Laatste nieuws
Babette Pul
5 minuten leestijd
oogheelkunde

Op de kleintjes letten doe je samen

Floor Tukkers-Van Aalst en Nicoline Schalij-Delfos weten elkaar goed te vinden

3 reacties

Op kinderogen moeten we heel zuinig zijn. Het visuele systeem ontwikkelt zich in de eerste ­levensjaren. Verstoringen kunnen leiden tot blijvende schade op latere leeftijd. Hoe voorkomen we dat kinderen slechtziend of zelfs blind worden? Het antwoord luidt: samen.

Veel oogaandoeningen bij kinderen staan niet op zichzelf. Ze zijn vaak een gevolg van andere problemen, zoals het downsyndroom, erfelijke afwijkingen, jeugdreuma, diabetes of een hersenafwijking. Er wordt dan ook nauw samengewerkt met onder andere kinderartsen, kinderneurologen en klinisch genetici.

Dat samenwerken vele voordelen kent, weten ook Floor Tukkers-van Aalst, (kinder)oogarts in het Elisabeth Tweesteden Ziekenhuis Tilburg, en Nicoline Schalij-Delfos, hoogleraar kinderoogheelkunde in het Leids Universitair Medisch Centrum. Zij leerden elkaar kennen in de jaren negentig in Utrecht, waar Schalij-Delfos stafarts was en Tukkers-van Aalst aios.

Beiden volgden het traject opleiding orthoptie-geneeskunde-oogheelkunde om zich uiteindelijk te specialiseren in de kinderoogheelkunde (zie kader 1). Tukkers-van Aalst ging vervolgens naar Tilburg en zette daar de kinderoogheelkunde op met Schalij-Delfos als back-up. Een belangrijk uitgangspunt was een zeer nauwe samenwerking tussen oogarts en orthoptist (zie kader 2).

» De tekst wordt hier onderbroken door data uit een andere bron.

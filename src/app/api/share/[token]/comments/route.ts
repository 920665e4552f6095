import { sharedCommentCreateSchema } from "@/contracts/sharing";
import { clientAddress } from "@/server/http/client-address";
import { noticeCommentPosted } from "@/server/data/comment-notice";
import { createComment, listComments } from "@/server/data/comments";
import { readSharedKit } from "@/server/data/shared-kit";
import type { OpenShareLink } from "@/server/data/share-links";
import { readJson } from "@/server/http/body";
import { enforceCommentRate } from "@/server/http/rate-limit";
import { HttpError } from "@/server/http/errors";
import { shareRoute } from "@/server/http/route";

type Params = { token: string };

const READER = { userId: null, canModerate: false } as const;

// A link made without comments neither shows the workspace's discussion nor takes a comment: 403, since
// the link itself is valid (the page says so); a link that is not valid is 404 before this runs.
function requireComments(link: OpenShareLink): void {
  if (!link.allowComments) throw new HttpError(403, "comments_not_allowed", "This share link does not allow comments.");
}

export const GET = shareRoute<Params>(async (_req, link) => {
  requireComments(link);
  const shared = await readSharedKit(link);
  return Response.json({ threads: await listComments(link.workspaceId, link.kitId, READER, shared.revision) });
});

export const POST = shareRoute<Params>(async (req, link) => {
  requireComments(link);
  const body = await readJson(req, sharedCommentCreateSchema);
  await enforceCommentRate({ clientAddress: clientAddress(req.headers) });
  const shared = await readSharedKit(link);
  const comment = await createComment(link.workspaceId, link.kitId, { kind: "shared", shareLinkId: link.id, name: body.authorName }, body, READER, shared.revision);
  await noticeCommentPosted(link.workspaceId, { id: link.kitId, name: shared.kitName }, null, comment);
  return Response.json({ comment }, { status: 201 });
});
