// The outbox sends through the real local mail catcher: both parts arrive, names holding markup are text in
// the HTML part, and links are on the configured public origin.
import { eq } from "drizzle-orm";
import { describe, expect, it } from "vitest";
import { db } from "@/server/db/client";
import { mailOutbox } from "@/server/db/schema";
import { commentNoticeMail, invitationMail, publicUrl, queueMail, sendMail } from "@/server/mail";
import { uniqueEmail } from "../helpers/api";
import { waitForMail } from "../helpers/mail";

const MARKUP = `<script>alert("x")</script><b>Bold</b> & Co`;

describe("mail outbox", () => {
  it("sends a plain-text and an HTML part, with markup in names shown as text", async () => {
    const to = uniqueEmail("outbox");
    const url = publicUrl("/invitations/abc");
    const sent = await sendMail({ to, ...invitationMail({ workspaceName: MARKUP, inviterName: "Iva <i>Nolan</i>", role: "editor", url, expiresAt: new Date(Date.UTC(2030, 0, 2)) }) });
    expect(sent.state).toBe("sent");
    const mail = await waitForMail(to, /invited you/);
    expect(mail.to).toEqual([to]);
    expect(mail.subject).toBe(`Iva <i>Nolan</i> invited you to ${MARKUP} on Knucklebench`);
    expect(mail.text).toContain(`“${MARKUP}”`);
    expect(mail.text).toContain(`${process.env.BETTER_AUTH_URL}/invitations/abc`);
    expect(mail.html).not.toContain("<script>");
    expect(mail.html).not.toContain("<b>Bold</b>");
    expect(mail.html).toContain("&lt;script&gt;alert(&quot;x&quot;)&lt;/script&gt;&lt;b&gt;Bold&lt;/b&gt; &amp; Co");
    expect(mail.html).toContain(`href="${process.env.BETTER_AUTH_URL}/invitations/abc"`);
    const [row] = await db.select().from(mailOutbox).where(eq(mailOutbox.id, sent.id));
    expect(row).toMatchObject({ status: "sent", attempts: 1, lastError: null });
  });

  it("queues a comment notice whose body and kit name stay text", async () => {
    const to = uniqueEmail("notice");
    await queueMail({ to, ...commentNoticeMail({ kitName: "<img src=x onerror=alert(1)>", authorName: "Odile", body: "Caster <b>too</b> high?\nCheck it", url: publicUrl("/workspaces/w/kits/k") }) });
    const mail = await waitForMail(to, /commented on/);
    expect(mail.subject).toBe("Odile commented on <img src=x onerror=alert(1)>");
    expect(mail.html).not.toMatch(/<img/);
    expect(mail.html).toContain("&lt;img src=x onerror=alert(1)&gt;");
    expect(mail.html).toContain("Caster &lt;b&gt;too&lt;/b&gt; high?");
    expect(mail.text).toContain("> Caster <b>too</b> high?\n> Check it");
  });
});
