// The auth rate limit counts attempts against the connection's address, not a header anyone can write.
// Requests go over a real loopback socket through the same stamping scripts/serve.mjs does.
import { afterAll, beforeAll, describe, expect, it } from "vitest";
import { randomClientIp, signUp } from "../helpers/api";
import { signInOver, startStampingServer } from "../helpers/stamping-server";

let server: Awaited<ReturnType<typeof startStampingServer>>;
beforeAll(async () => {
  server = await startStampingServer();
});
afterAll(() => server.close());

describe("auth rate limit, no proxy trusted (the default)", () => {
  it("locks out a flood from one address however X-Forwarded-For varies, the right password included", async () => {
    const victim = await signUp("Odile Brack");
    const statuses: number[] = [];
    for (let i = 0; i < 15; i++) {
      const res = await signInOver(server.url, victim.email, "wrong-password-1", { "x-forwarded-for": randomClientIp() });
      statuses.push(res.status);
    }
    // 10 a minute per address (src/server/auth/auth.ts): the first ten are plain refusals, the rest 429.
    expect(statuses.slice(0, 10)).toEqual(Array(10).fill(401));
    expect(statuses.slice(10)).toEqual(Array(5).fill(429));
    const right = await signInOver(server.url, victim.email, victim.password, { "x-forwarded-for": randomClientIp() });
    expect(right.status).toBe(429);
    // The standard header (the auth route turns better-auth's X-Retry-After into it), and a message saying when.
    expect(Number(right.headers.get("retry-after"))).toBeGreaterThan(0);
    expect(((await right.json()) as { error: { message: string } }).error.message).toMatch(/^Too many sign-in attempts in a short time. Try again in \d+ seconds.$/);
  });

  it("ignores a client's own copy of the peer-address header", async () => {
    const victim = await signUp("Pell Aster");
    const statuses: number[] = [];
    // The loopback bucket is spent by the test above; forging the stamp must not open a fresh one.
    for (let i = 0; i < 3; i++) {
      const res = await signInOver(server.url, victim.email, victim.password, { "x-kb-socket-address": randomClientIp(), "x-kb-client-address": randomClientIp() });
      statuses.push(res.status);
    }
    expect(statuses).toEqual([429, 429, 429]);
  });
});
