import { declineInvitation } from "@/server/data/invitations";
import { sessionRoute } from "@/server/http/route";

type Params = { invitationId: string };

export const POST = sessionRoute<Params>(async (_req, signed, { invitationId }) => {
  await declineInvitation(signed.user, invitationId);
  return new Response(null, { status: 204 });
});
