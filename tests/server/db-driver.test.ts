import { describe, expect, it } from "vitest";
import { usesNeonDriver } from "@/server/db/client";

describe("database driver choice", () => {
  it("auto picks the Neon serverless driver for a hosted Neon URL and node-postgres otherwise", () => {
    expect(usesNeonDriver("postgres://u:p@ep-quiet-field-123456.eu-central-1.aws.neon.tech/app?sslmode=require", "auto")).toBe(true);
    expect(usesNeonDriver("postgres://knucklebench@127.0.0.1:54329/knucklebench", "auto")).toBe(false);
    expect(usesNeonDriver("not a url", "auto")).toBe(false);
  });
  it("an explicit DB_DRIVER wins", () => {
    expect(usesNeonDriver("postgres://127.0.0.1/x", "neon")).toBe(true);
    expect(usesNeonDriver("postgres://u@ep-x.neon.tech/x", "pg")).toBe(false);
  });
});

Tukkers-van Aalst: ‘Vier keer per week hebben we een speciaal kinderspreekuur. Kinderen die voor het eerst zijn doorverwezen naar de oogarts, worden uitgebreid onderzocht door de orthoptist en daarna ook door de oogarts. Vaak gaat het om kinderen met een lui oog of die een bril nodig hebben. Zij worden verder behandeld door de orthoptist.’

1. Samen sterk in kinderoogheelkunde

Kinderoogheelkunde is een bijzonder en zeer gevarieerd vak en omvat inhoudelijk vrijwel de gehele oogheelkunde, met het accent op aandoeningen die aangeboren zijn of op jonge leeftijd voorkomen.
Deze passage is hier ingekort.